Mr. Jones, who also served in Vietnam, had attained the rank of senior chief petty officer, one of the highest non-commissioned ranks in the Navy, by the time he was sent to the Persian Gulf. When he returned, ailing, he had to retire from his state job as a mechanic eight years early and lost two-thirds of his retirement. Between medical costs and lost income, he estimates his own financial loss at between $250,000 and $500,000.

He said his attitude about the government and the military “has changed drastically” because of his experience.

“When I first went to Vietnam, I was told that if anything happens to you, we’ll take care of you,” he said. “That’s an illusion.”

Defense Department officials have said that they are aggressively trying to explain why Gulf War vets are sick but acknowledge that mistakes were made in the past.

Pentagon’s quest

At a Tuesday news conference, Rear Adm. Craig Quigley, Pentagon spokesman, said the Defense Department has “invested a commitment of time and effort and $133 million to fund 145 ongoing research projects to try to come up with an answer or a partial answer . . . on Gulf War illness.”

“So we very much look forward to receiving Dr. Haley’s work, taking a much closer look – and I hope he’s right.”

Rear Adm. Quigley also cautioned that “there are many steps to go here” and that he would like to see a peer review in a professional journal.

Dr. Haley said the research is under review at a major medical journal that focuses on radiology.

The radiology study received funding from the Defense Department and the Perot Foundation of Dallas. A total of 22 ailing veterans and 18 healthy subjects were subjected to magnetic resonance spectroscopy, which uses radio waves in a strong magnetic field to measure chemicals in the body.

The veterans who complained of illness had up to 25 percent lower levels of the brain chemical NAA (N-Acetyl-Aspartate) in the brain stem, which controls some reflexes, and in the basal ganglia, which control some functions of movement, memory and emotion.

“Some of these patients are profoundly disabled. There are stories of some real heroes who now barely are able to drive to the store,” said Dr. James L. Fleckenstein, a UT Southwestern professor of radiology who presented the findings at Tuesday’s meeting. “Although the existence of Gulf War syndrome is considered controversial, this is evidence supporting a physical mechanism for the problem.”

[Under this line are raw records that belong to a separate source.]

/**
 * solve: from aligned return series to moments, CAPM fits, the identified set, its candidate grid and
 * landmarks. Pure: numbers in, values out.
 *
 * Conventions: inputs are per-period returns in decimal units; every output is per period. Moments are
 * of excess returns (return minus the risk-free return of the same period); the market proxy is
 * M = w low + (1 - w) high, formed from the excess returns (valid because the weights sum to 1).
 * Divisor n - 1 throughout.
 */

import { diagnose, type Diagnostic } from "./diagnostics.js";
import { candidateGrid, identifiedBounds, marketMoments, type MomentSummary } from "./identify.js";
import { findLandmarks } from "./landmarks.js";
import { excessCrossProducts } from "./moments.js";
import { excessResidualSums, lineFitFromSums, type LineSums } from "./regression.js";
import { failure, success, type Result } from "./result.js";
import type { ReturnSample, SampleMoments, SeriesMoments, Solution, SolveOptions } from "./types.js";
import { assertParameter, defaultSteps, defaultWeight, minimumObservations } from "./parameters.js";

export { defaultSteps, defaultWeight, minimumObservations };

/** Solves the identified set for one sample. Fails (with diagnostics) only when nothing can be computed. */
export function solve(sample: ReturnSample, options: SolveOptions = {}): Result<Solution, Diagnostic[]> {
  const weight = options.weight ?? defaultWeight;
  const steps = options.steps ?? defaultSteps;
  assertParameter("solve", "weight", weight);
  assertParameter("solve", "steps", steps);
  if (sample.low.length !== sample.high.length) throw new RangeError("solve: low and high differ in length");

  const n = sample.low.length;
  if (n < minimumObservations) {
    return failure([diagnose({ code: "too-few-observations", observations: n, minimum: minimumObservations })]);
  }
  const riskFree = sample.riskFree ?? 0;
  if (typeof riskFree !== "number" && riskFree.length !== n) throw new RangeError("solve: riskFree differs in length");
  // The excess series low - rf, high - rf and the market are formed on the fly, never stored.
  const cp = excessCrossProducts(sample.low, sample.high, riskFree, weight);
  const variance = (i: number): number => cp.sums[i]![i]! / (n - 1);
  const covariance = (i: number, j: number): number => cp.sums[i]![j]! / (n - 1);
  const names = ["low", "high", "market"] as const;
  const constant = names.findIndex((_, i) => variance(i) === 0);
  if (constant >= 0) return failure([diagnose({ code: "zero-variance", series: names[constant]! })]);

  const seriesMoments = (i: number): SeriesMoments => {
    const v = variance(i);
    const stdev = Math.sqrt(v);
    return { mean: cp.means[i]!, variance: v, stdev, sharpeRatio: stdev > 0 ? cp.means[i]! / stdev : null };
  };
  const correlation = (i: number, j: number): number => cp.sums[i]![j]! / Math.sqrt(cp.sums[i]![i]! * cp.sums[j]![j]!);
  const moments: SampleMoments = {
    low: seriesMoments(0),
    high: seriesMoments(1),
    market: seriesMoments(2),
    covariance: { lowHigh: covariance(0, 1), lowMarket: covariance(0, 2), highMarket: covariance(1, 2) },
    correlation: { lowHigh: correlation(0, 1), lowMarket: correlation(0, 2), highMarket: correlation(1, 2) },
  };
  // Both CAPM fits from the same centred sums; their residuals take one more pass together.
  const lineSums = (i: number) => ({
    n,
    xbar: cp.means[2]!,
    ybar: cp.means[i]!,
    sxx: cp.sums[2]![2]!,
    sxy: cp.sums[i]![2]!,
    syy: cp.sums[i]![i]!,
  });
  const [lowSums, highSums] = [lineSums(0), lineSums(1)];
  const line = (sums: LineSums) => ({ ybar: sums.ybar, beta: sums.sxy / sums.sxx });
  const [lowSsr, highSsr] = excessResidualSums(sample.low, sample.high, riskFree, weight, cp.means[2]!, line(lowSums), line(highSums));
  const capm = { low: lineFitFromSums(lowSums, lowSsr), high: lineFitFromSums(highSums, highSsr) };
  const summary: MomentSummary = {
    weight,
    lowMean: moments.low.mean,
    highMean: moments.high.mean,
    lowVariance: moments.low.variance,
    highVariance: moments.high.variance,
    covariance: moments.covariance.lowHigh,
  };
  const identified = identifySet(summary, steps, moments.market.stdev / Math.sqrt(n));
  return success({ observations: n, weight, moments, capm, ...identified });
}

/** The identified set, grid and landmarks from moments alone (shared with the forward model). */
export function identifySet(
  summary: MomentSummary,
  steps: number,
  marketMeanStdErr: number,
): Pick<Solution, "bounds" | "grid" | "landmarks" | "diagnostics"> {
  const diagnostics: Diagnostic[] = [];
  const c = summary.covariance;
  const correlation = c / Math.sqrt(summary.lowVariance * summary.highVariance);
  if (!(c > 0)) {
    diagnostics.push(diagnose({ code: "nonpositive-covariance", covariance: c, correlation }));
    return { bounds: null, grid: [], landmarks: null, diagnostics };
  }
  if (Math.abs(correlation) >= 1 - 1e-12) diagnostics.push(diagnose({ code: "perfect-correlation", correlation }));
  const bounds = identifiedBounds(summary);
  if (bounds.lowBeta.max > 1) diagnostics.push(diagnose({ code: "low-beta-above-one", upperBound: bounds.lowBeta.max }));
  const { landmarks, diagnostics: landmarkDiagnostics } = findLandmarks(summary, bounds, marketMeanStdErr);
  diagnostics.push(...landmarkDiagnostics);
  const grid = candidateGrid(summary, bounds, steps);
  const nonFinite = firstNonFinite({ bounds, grid, landmarks });
  if (nonFinite !== null) {
    diagnostics.push(diagnose({ code: "degenerate-moments", quantity: nonFinite }));
    return { bounds: null, grid: [], landmarks: null, diagnostics };
  }
  return { bounds, grid, landmarks, diagnostics };
}

/**
 * The path of the first NaN or infinite number in `value`, or null: the core never reports either.
 * A plain walk without allocation (it runs once per window when rolling over a million rows).
 */
function firstNonFinite(value: unknown): string | null {
  if (typeof value === "number") return Number.isFinite(value) ? null : "";
  if (value === null || typeof value !== "object") return null;
  for (const key in value) {
    const found = firstNonFinite((value as Record<string, unknown>)[key]);
    if (found !== null) return found === "" ? key : `${key}.${found}`;
  }
  return null;
}

export { marketMoments };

Radiologists did not know whether the patients they were testing were healthy or sick.

Treatment hopes

Other medical scanners, such as standard magnetic resonance imaging, had not detected changes in the brains of ailing Gulf War vets. Dr. Haley said that indicates the brain cells “are still there in the brain but are injured,” which gives him hope that some kind of medication can be found that will help the veterans with their symptoms.

“It’s time to stop debating whether there’s a Gulf War syndrome,” he said. “These findings show that there’s a Gulf War disease, which needs to be treated.”

He plans to begin a larger study next year. There’s some urgency, he said, because the health of some veterans is worsening.

The findings made public Tuesday are the latest in a series of advances by UT Southwestern scientists who are studying ailing Gulf War veterans.

One earlier study concluded that veterans born with low levels of an enzyme that destroys chemical toxins were more likely to suffer brain damage from exposure to low levels of nerve agents and pesticides, explaining why some service members exposed to chemicals became ill and others did not.

Another determined that Gulf War vets used or were exposed to chemicals and medications that were not necessarily harmful apart but that could be toxic if combined. Those included pyridostigmine bromide, a drug administered to service members in the hope that it would help them survive a nerve gas attack, low levels of chemical nerve gas, the insecticide DEET and pesticides.